» **What is expected**
The answer must consist of every line in the data below that holds the word "impl".

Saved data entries
· · · · · · ·

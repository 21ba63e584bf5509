//! Monomials of the coefficient ring: a power of pi (any integer exponent, so
//! that the lambda convention's negative powers fit), a product of odd zeta
//! values, and a product of named symbols (the tilt c2, kinematic logs l1 l2 l3).
//!
//! Equal monomials have equal fields, so derived equality and hashing are
//! canonical. The order is the printing order: symbols first (higher degree
//! first), then higher powers of pi, then zeta products.

use std::cmp::Ordering;
use std::fmt;

/// pi^pi * zeta(z_1) zeta(z_2) ... * s_1^e_1 s_2^e_2 ...
#[derive(Clone, Debug, Default, PartialEq, Eq, Hash)]
pub struct Monomial {
    pi: i32,
    /// Arguments of the odd zeta factors, ascending, repeated by multiplicity.
    zetas: Vec<u32>,
    /// Symbol names with positive exponents, sorted by name.
    syms: Vec<(Box<str>, u32)>,
}

impl Monomial {
    pub fn one() -> Self {
        Monomial::default()
    }

    pub fn pi_power(e: i32) -> Self {
        Monomial {
            pi: e,
            ..Default::default()
        }
    }

    /// zeta(n) for odd n >= 3; even arguments belong to pi powers and are
    /// handled by the ring, which knows their rational prefactor.
    pub fn odd_zeta(n: u32) -> Self {
        debug_assert!(n >= 3 && n % 2 == 1);
        Monomial {
            zetas: vec![n],
            ..Default::default()
        }
    }

    pub fn symbol(name: &str, exponent: u32) -> Self {
        if exponent == 0 {
            return Monomial::one();
        }
        Monomial {
            syms: vec![(name.into(), exponent)],
            ..Default::default()
        }
    }

    pub fn from_parts(pi: i32, mut zetas: Vec<u32>, mut syms: Vec<(Box<str>, u32)>) -> Self {
        zetas.sort_unstable();
        syms.retain(|(_, e)| *e > 0);
        syms.sort();
        let mut merged: Vec<(Box<str>, u32)> = Vec::with_capacity(syms.len());
        for (name, e) in syms {
            match merged.last_mut() {
                Some((last, le)) if *last == name => *le += e,
                _ => merged.push((name, e)),
            }
        }
        Monomial {
            pi,
            zetas,
            syms: merged,
        }
    }

    pub fn pi_exponent(&self) -> i32 {
        self.pi
    }

    pub fn zetas(&self) -> &[u32] {
        &self.zetas
    }

    pub fn symbols(&self) -> &[(Box<str>, u32)] {
        &self.syms
    }

    pub fn is_one(&self) -> bool {
        self.pi == 0 && self.zetas.is_empty() && self.syms.is_empty()
    }

    /// Transcendental weight: pi counts 1, zeta(n) counts n, symbols 0.
    pub fn weight(&self) -> i64 {
        self.pi as i64 + self.zetas.iter().map(|&z| z as i64).sum::<i64>()
    }

    /// Total degree in the named symbols.
    pub fn symbol_degree(&self) -> u32 {
        self.syms.iter().map(|(_, e)| e).sum()
    }

    pub fn symbol_exponent(&self, name: &str) -> u32 {
        self.syms
            .iter()
            .find(|(n, _)| &**n == name)
            .map_or(0, |(_, e)| *e)
    }

    /// The same monomial without its symbol part, and the symbol part alone.
    pub fn split_symbols(&self) -> (Monomial, Monomial) {
        (
            Monomial {
                pi: self.pi,
                zetas: self.zetas.clone(),
                syms: Vec::new(),
            },
            Monomial {
                pi: 0,
                zetas: Vec::new(),
                syms: self.syms.clone(),
            },
        )
    }

    /// This monomial with `name` removed, and the exponent it had.
    pub fn without_symbol(&self, name: &str) -> (Monomial, u32) {
        let e = self.symbol_exponent(name);
        let syms = self
            .syms
            .iter()
            .filter(|(n, _)| &**n != name)
            .cloned()
            .collect();
        (
            Monomial {
                pi: self.pi,
                zetas: self.zetas.clone(),
                syms,
            },
            e,
        )
    }

    pub fn mul(&self, other: &Monomial) -> Monomial {
        let mut zetas = Vec::with_capacity(self.zetas.len() + other.zetas.len());
        let (mut i, mut j) = (0, 0);
        while i < self.zetas.len() && j < other.zetas.len() {
            if self.zetas[i] <= other.zetas[j] {
                zetas.push(self.zetas[i]);
                i += 1;
            } else {
                zetas.push(other.zetas[j]);
                j += 1;
            }
        }
        zetas.extend_from_slice(&self.zetas[i..]);
        zetas.extend_from_slice(&other.zetas[j..]);
        let syms = if other.syms.is_empty() {
            self.syms.clone()
        } else if self.syms.is_empty() {
            other.syms.clone()
        } else {
            let mut all = self.syms.clone();
            all.extend(other.syms.iter().cloned());
            return Monomial::from_parts(self.pi + other.pi, zetas, all);
        };
        Monomial {
            pi: self.pi + other.pi,
            zetas,
            syms,
        }
    }

    pub fn pow(&self, e: u32) -> Monomial {
        let mut zetas = Vec::with_capacity(self.zetas.len() * e as usize);
        for &z in &self.zetas {
            zetas.extend(std::iter::repeat_n(z, e as usize));
        }
        zetas.sort_unstable();
        Monomial {
            pi: self.pi * e as i32,
            zetas,
            syms: self.syms.iter().map(|(n, x)| (n.clone(), x * e)).collect(),
        }
    }

    /// The odd zeta factors as (argument, exponent) pairs.
    pub fn zeta_powers(&self) -> Vec<(u32, u32)> {
        let mut out: Vec<(u32, u32)> = Vec::new();
        for &z in &self.zetas {
            match out.last_mut() {
                Some((a, e)) if *a == z => *e += 1,
                _ => out.push((z, 1)),
            }
        }
        out
    }

    /// Writes the monomial without coefficient; `pi_text` overrides how the pi
    /// part is written (used to write even powers as zeta(2n)). Returns false
    /// when the monomial is 1 and nothing was written.
    pub(crate) fn write_factors(&self, out: &mut String, pi_text: Option<&str>) -> bool {
        let mut parts: Vec<String> = Vec::new();
        for (name, e) in &self.syms {
            parts.push(power_text(name, *e as i64));
        }
        match pi_text {
            Some(t) => parts.push(t.to_string()),
            None if self.pi != 0 => parts.push(power_text("pi", self.pi as i64)),
            None => {}
        }
        for (z, e) in self.zeta_powers() {
            parts.push(power_text(&format!("zeta({z})"), e as i64));
        }
        out.push_str(&parts.join("*"));
        !parts.is_empty()
    }
}

fn power_text(base: &str, e: i64) -> String {
    match e {
        1 => base.to_string(),
        e if e < 0 => format!("{base}^({e})"),
        e => format!("{base}^{e}"),
    }
}

impl Ord for Monomial {
    fn cmp(&self, other: &Self) -> Ordering {
        other
            .symbol_degree()
            .cmp(&self.symbol_degree())
            .then_with(|| self.syms.cmp(&other.syms))
            .then_with(|| other.pi.cmp(&self.pi))
            .then_with(|| self.zetas.cmp(&other.zetas))
    }
}

impl PartialOrd for Monomial {
    fn partial_cmp(&self, other: &Self) -> Option<Ordering> {
        Some(self.cmp(other))
    }
}

impl fmt::Display for Monomial {
    fn fmt(&self, f: &mut fmt::Formatter<'_>) -> fmt::Result {
        let mut s = String::new();
        if !self.write_factors(&mut s, None) {
            s.push('1');
        }
        f.write_str(&s)
    }
}

#[cfg(test)]
mod tests {
    use super::*;

    #[test]
    fn multiplication_merges_factors() {
        let a = Monomial::from_parts(2, vec![5, 3], vec![("l1".into(), 1)]);
        let b = Monomial::from_parts(-2, vec![3], vec![("l1".into(), 1), ("c2".into(), 2)]);
        let p = a.mul(&b);
        assert_eq!(p.pi_exponent(), 0);
        assert_eq!(p.zetas(), &[3, 3, 5]);
        assert_eq!(p.to_string(), "c2^2*l1^2*zeta(3)^2*zeta(5)");
        assert_eq!(p.weight(), 11);
        assert_eq!(a.pow(2), a.mul(&a));
    }

    #[test]
    fn printing_order_puts_pi_before_zeta_products() {
        let pi6 = Monomial::pi_power(6);
        let z33 = Monomial::from_parts(0, vec![3, 3], vec![]);
        assert!(pi6 < z33);
    }
}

· · · · · · ·

» **The completed task**
impl Monomial {
impl Ord for Monomial {
impl PartialOrd for Monomial {
impl fmt::Display for Monomial {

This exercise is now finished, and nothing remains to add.